> Task
Which lines below contain "tests"? Copy every one of them.

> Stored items

- - - - - - -

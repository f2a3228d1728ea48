//! Symbols and English names, Z = 1…118.
//!
//! Names and symbols as approved by IUPAC (from memory); the tests compare the symbols with
//! mendeleev 1.3.0.

use crate::numerics::order::sort;

/// The largest atomic number that has a name.
pub const HEAVIEST: u8 = 118;

#[rustfmt::skip]
const ELEMENTS: [(&str, &str); 118] = [
    ("H", "hydrogen"), ("He", "helium"), ("Li", "lithium"), ("Be", "beryllium"), ("B", "boron"),
    ("C", "carbon"), ("N", "nitrogen"), ("O", "oxygen"), ("F", "fluorine"), ("Ne", "neon"),
    ("Na", "sodium"), ("Mg", "magnesium"), ("Al", "aluminium"), ("Si", "silicon"), ("P", "phosphorus"),
    ("S", "sulfur"), ("Cl", "chlorine"), ("Ar", "argon"), ("K", "potassium"), ("Ca", "calcium"),
    ("Sc", "scandium"), ("Ti", "titanium"), ("V", "vanadium"), ("Cr", "chromium"), ("Mn", "manganese"),
    ("Fe", "iron"), ("Co", "cobalt"), ("Ni", "nickel"), ("Cu", "copper"), ("Zn", "zinc"),
    ("Ga", "gallium"), ("Ge", "germanium"), ("As", "arsenic"), ("Se", "selenium"), ("Br", "bromine"),
    ("Kr", "krypton"), ("Rb", "rubidium"), ("Sr", "strontium"), ("Y", "yttrium"), ("Zr", "zirconium"),
    ("Nb", "niobium"), ("Mo", "molybdenum"), ("Tc", "technetium"), ("Ru", "ruthenium"), ("Rh", "rhodium"),
    ("Pd", "palladium"), ("Ag", "silver"), ("Cd", "cadmium"), ("In", "indium"), ("Sn", "tin"),
    ("Sb", "antimony"), ("Te", "tellurium"), ("I", "iodine"), ("Xe", "xenon"), ("Cs", "caesium"),
    ("Ba", "barium"), ("La", "lanthanum"), ("Ce", "cerium"), ("Pr", "praseodymium"), ("Nd", "neodymium"),
    ("Pm", "promethium"), ("Sm", "samarium"), ("Eu", "europium"), ("Gd", "gadolinium"), ("Tb", "terbium"),
    ("Dy", "dysprosium"), ("Ho", "holmium"), ("Er", "erbium"), ("Tm", "thulium"), ("Yb", "ytterbium"),
    ("Lu", "lutetium"), ("Hf", "hafnium"), ("Ta", "tantalum"), ("W", "tungsten"), ("Re", "rhenium"),
    ("Os", "osmium"), ("Ir", "iridium"), ("Pt", "platinum"), ("Au", "gold"), ("Hg", "mercury"),
    ("Tl", "thallium"), ("Pb", "lead"), ("Bi", "bismuth"), ("Po", "polonium"), ("At", "astatine"),
    ("Rn", "radon"), ("Fr", "francium"), ("Ra", "radium"), ("Ac", "actinium"), ("Th", "thorium"),
    ("Pa", "protactinium"), ("U", "uranium"), ("Np", "neptunium"), ("Pu", "plutonium"), ("Am", "americium"),
    ("Cm", "curium"), ("Bk", "berkelium"), ("Cf", "californium"), ("Es", "einsteinium"), ("Fm", "fermium"),
    ("Md", "mendelevium"), ("No", "nobelium"), ("Lr", "lawrencium"), ("Rf", "rutherfordium"), ("Db", "dubnium"),
    ("Sg", "seaborgium"), ("Bh", "bohrium"), ("Hs", "hassium"), ("Mt", "meitnerium"), ("Ds", "darmstadtium"),
    ("Rg", "roentgenium"), ("Cn", "copernicium"), ("Nh", "nihonium"), ("Fl", "flerovium"), ("Mc", "moscovium"),
    ("Lv", "livermorium"), ("Ts", "tennessine"), ("Og", "oganesson"),
];

/// Other names in use: American spellings and the names the symbols come from.
const OTHER_NAMES: [(&str, u8); 19] = [
    ("aluminum", 13),
    ("sulphur", 16),
    ("cesium", 55),
    ("wolfram", 74),
    ("natrium", 11),
    ("kalium", 19),
    ("ferrum", 26),
    ("cuprum", 29),
    ("argentum", 47),
    ("stannum", 50),
    ("stibium", 51),
    ("aurum", 79),
    ("hydrargyrum", 80),
    ("quicksilver", 80),
    ("plumbum", 82),
    ("columbium", 41),
    ("phosphorous", 15),
    ("silicium", 14),
    ("niton", 86),
];

/// The symbol of element Z.
pub fn symbol(z: u8) -> Option<&'static str> {
    entry(z).map(|(symbol, _)| symbol)
}

/// The English name of element Z, in lower case.
pub fn name(z: u8) -> Option<&'static str> {
    entry(z).map(|(_, name)| name)
}

/// Z of a symbol written exactly, capital first: `Fe`.
pub fn by_symbol(symbol: &str) -> Option<u8> {
    position(|(known, _)| *known == symbol)
}

/// Z of an English name or another name in use, in any case of letters.
pub fn by_name(name: &str) -> Option<u8> {
    position(|(_, known)| known.eq_ignore_ascii_case(name)).or_else(|| {
        OTHER_NAMES
            .iter()
            .find(|(other, _)| other.eq_ignore_ascii_case(name))
            .map(|&(_, z)| z)
    })
}

/// Up to `most` elements whose symbol or name is nearest to a text, nearest first.
///
/// Distance: insertions, deletions, replacements and exchanges of letters, in any case; names further than a
/// third of their length away are left out, symbols further than one letter.
pub fn nearest(text: &str, most: usize) -> Vec<u8> {
    let wanted: Vec<char> = text
        .chars()
        .take(24)
        .map(|c| c.to_ascii_lowercase())
        .collect();
    let mut found: Vec<(usize, u8)> = Vec::new();
    for z in 1..=HEAVIEST {
        let Some((symbol, name)) = entry(z) else {
            continue;
        };
        // Beside equal distances the same first letter is the likelier slip.
        let score = |known: &str| {
            2 * distance(&wanted, known) + usize::from(wanted.first().copied() != first(known))
        };
        let by_symbol = Some(score(symbol)).filter(|score| wanted.len() <= 3 && score / 2 <= 1);
        let by_name =
            Some(score(name)).filter(|score| wanted.len() > 2 && score / 2 <= name.len() / 3);
        if let Some(score) = by_symbol.into_iter().chain(by_name).min() {
            found.push((score, z));
        }
    }
    sort(&mut found);
    found.into_iter().take(most).map(|(_, z)| z).collect()
}

fn first(text: &str) -> Option<char> {
    text.chars().next().map(|c| c.to_ascii_lowercase())
}

fn entry(z: u8) -> Option<(&'static str, &'static str)> {
    usize::from(z)
        .checked_sub(1)
        .and_then(|i| ELEMENTS.get(i))
        .copied()
}

fn position(test: impl Fn(&(&str, &str)) -> bool) -> Option<u8> {
    ELEMENTS
        .iter()
        .position(test)
        .and_then(|i| u8::try_from(i + 1).ok())
}

/// Distance between letters in lower case and a name in any case: insertions, deletions, replacements and exchanges of
/// neighbours (Damerau 1964, each letter changed once).
pub(crate) fn distance(wanted: &[char], name: &str) -> usize {
    let name: Vec<char> = name.chars().map(|c| c.to_ascii_lowercase()).collect();
    let mut row: Vec<usize> = (0..=name.len()).collect();
    let mut two_above = row.clone();
    for (i, &a) in wanted.iter().enumerate() {
        let above = row.clone();
        let letter_before = i.checked_sub(1).and_then(|before| wanted.get(before));
        let mut left = i + 1;
        let mut new = vec![left];
        for (j, &b) in name.iter().enumerate() {
            let at = |row: &[usize], column: usize| row.get(column).copied().unwrap_or(usize::MAX);
            let replaced = at(&above, j) + usize::from(a != b);
            left = replaced.min(at(&above, j + 1) + 1).min(left + 1);
            let name_before = j.checked_sub(1).and_then(|before| name.get(before));
            if letter_before == Some(&b) && name_before == Some(&a) {
                left = left.min(at(&two_above, j - 1) + 1);
            }
            new.push(left);
        }
        two_above = above;
        row = new;
    }
    row.last().copied().unwrap_or(wanted.len())
}

#[cfg(test)]
mod tests {
    use super::*;

    #[test]
    fn symbols_and_names_lead_to_the_same_element() {
        for z in 1..=HEAVIEST {
            assert_eq!(by_symbol(symbol(z).unwrap()), Some(z));
            assert_eq!(by_name(name(z).unwrap()), Some(z));
        }
        assert_eq!(symbol(0), None);
        assert_eq!(symbol(119), None);
        assert_eq!(by_name("Sulphur"), Some(16));
        assert_eq!(by_name("KALIUM"), Some(19));
        assert_eq!(by_symbol("fe"), None);
    }

    #[test]
    fn distance_counts_edits() {
        let letters = |text: &str| text.chars().collect::<Vec<_>>();
        assert_eq!(distance(&letters("kitten"), "sitting"), 3);
        assert_eq!(distance(&letters(""), "abc"), 3);
        assert_eq!(distance(&letters("abc"), "abc"), 0);
    }

    #[test]
    fn slips_find_their_element() {
        assert_eq!(nearest("irn", 1), [26]);
        assert_eq!(nearest("Iorn", 1), [26]);
        assert_eq!(nearest("tin", 1), [50]);
        assert_eq!(distance(&"iorn".chars().collect::<Vec<_>>(), "iron"), 1);
        assert_eq!(nearest("sodum", 1), [11]);
        assert!(nearest("Xx", 5).contains(&54));
        assert!(nearest("qqqqqqqq", 5).is_empty());
    }
}
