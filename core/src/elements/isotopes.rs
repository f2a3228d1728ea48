//! Isotopes: masses, natural abundances, and the moments of their nuclei.
//!
//! Source: mendeleev 1.3.0 (MIT), table of isotopes: masses by IUPAC/CIAAW; spins and abundances by
//! Kondev et al. 2021 (NUBASE2020); g by Stone 2014, updated 2019; Q by Stone 2013, updated 2021. Five quadrupole
//! moments that are ten times too large there and one g of wrong sign are those of a second table (IAEA
//! INDC(NDS)-0658, 2014); values that nothing decides are left out. `core/data/generate_isotopes.py` has
//! the list and the format; licences in `core/data/NOTICE`.

use crate::quantity::TwiceJ;

const DATA: &str = include_str!("../../data/isotopes.txt");

/// One isotope.
#[derive(Clone, Copy, Debug, PartialEq)]
pub struct Isotope {
    /// Atomic number.
    pub z: u8,
    /// Mass number.
    pub mass_number: u16,
    /// Mass of the neutral atom in u, to a millionth.
    pub mass: f64,
    /// Share of the element in nature, percent; nothing where it is not found there.
    pub abundance: Option<f64>,
    /// Spin of the nucleus; nothing where the table has none.
    pub spin: Option<TwiceJ>,
    /// g_I = μ/(I μ_N).
    pub g: Option<f64>,
    /// Quadrupole moment in barn.
    pub quadrupole: Option<f64>,
    /// Whether one of the values is from the second table.
    pub second_table: bool,
}

/// The isotopes of an element that occur in nature or are in use, by mass number.
pub fn isotopes(z: u8) -> Vec<Isotope> {
    let line = DATA.lines().find_map(|line| {
        let (number, rest) = line.split_once(' ')?;
        (number.parse() == Ok(z)).then_some(rest)
    });
    line.into_iter()
        .flat_map(|line| line.split(' '))
        .filter_map(|text| read(z, text))
        .collect()
}

/// One isotope of an element.
pub fn isotope(z: u8, mass_number: u16) -> Option<Isotope> {
    isotopes(z)
        .into_iter()
        .find(|isotope| isotope.mass_number == mass_number)
}

/// The mass number of an element's most abundant isotope; nothing where none occurs in nature.
pub fn most_abundant(z: u8) -> Option<u16> {
    let mut best: Option<(f64, u16)> = None;
    for isotope in isotopes(z) {
        if let Some(share) = isotope.abundance
            && best.is_none_or(|(most, _)| share > most)
        {
            best = Some((share, isotope.mass_number));
        }
    }
    best.map(|(_, mass_number)| mass_number)
}

/// The mean mass of an element's atoms in nature in u; nothing where none occurs there.
pub fn mean_mass(z: u8) -> Option<f64> {
    let (mut sum, mut shares) = (0.0, 0.0);
    for isotope in isotopes(z) {
        let share = isotope.abundance.unwrap_or(0.0);
        sum += share * isotope.mass;
        shares += share;
    }
    (shares > 0.0).then(|| sum / shares)
}

/// `87:-90819:27.83:3/2:1.834213:0.1335`
fn read(z: u8, text: &str) -> Option<Isotope> {
    let mut fields = text.split(':');
    let mass_number: u16 = fields.next()?.parse().ok()?;
    let beyond: f64 = fields.next()?.parse().ok()?;
    let mut second_table = false;
    let mut value = |field: Option<&str>| -> Option<f64> {
        let field = field?;
        second_table |= field.ends_with('*');
        field.trim_end_matches('*').parse().ok()
    };
    let abundance = value(fields.next());
    let spin = fields.next().and_then(spin);
    let (g, quadrupole) = (value(fields.next()), value(fields.next()));
    Some(Isotope {
        z,
        mass_number,
        mass: (f64::from(mass_number) * 1e6 + beyond) / 1e6,
        abundance,
        spin,
        g,
        quadrupole,
        second_table,
    })
}

fn spin(text: &str) -> Option<TwiceJ> {
    let two_j = match text.strip_suffix("/2") {
        Some(doubled) => doubled.parse().ok()?,
        None => text.parse::<i32>().ok()?.checked_mul(2)?,
    };
    Some(TwiceJ::from_doubled(two_j))
}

- - - - - - -

> Solved problem
//! Names and symbols as approved by IUPAC (from memory); the tests compare the symbols with
mod tests {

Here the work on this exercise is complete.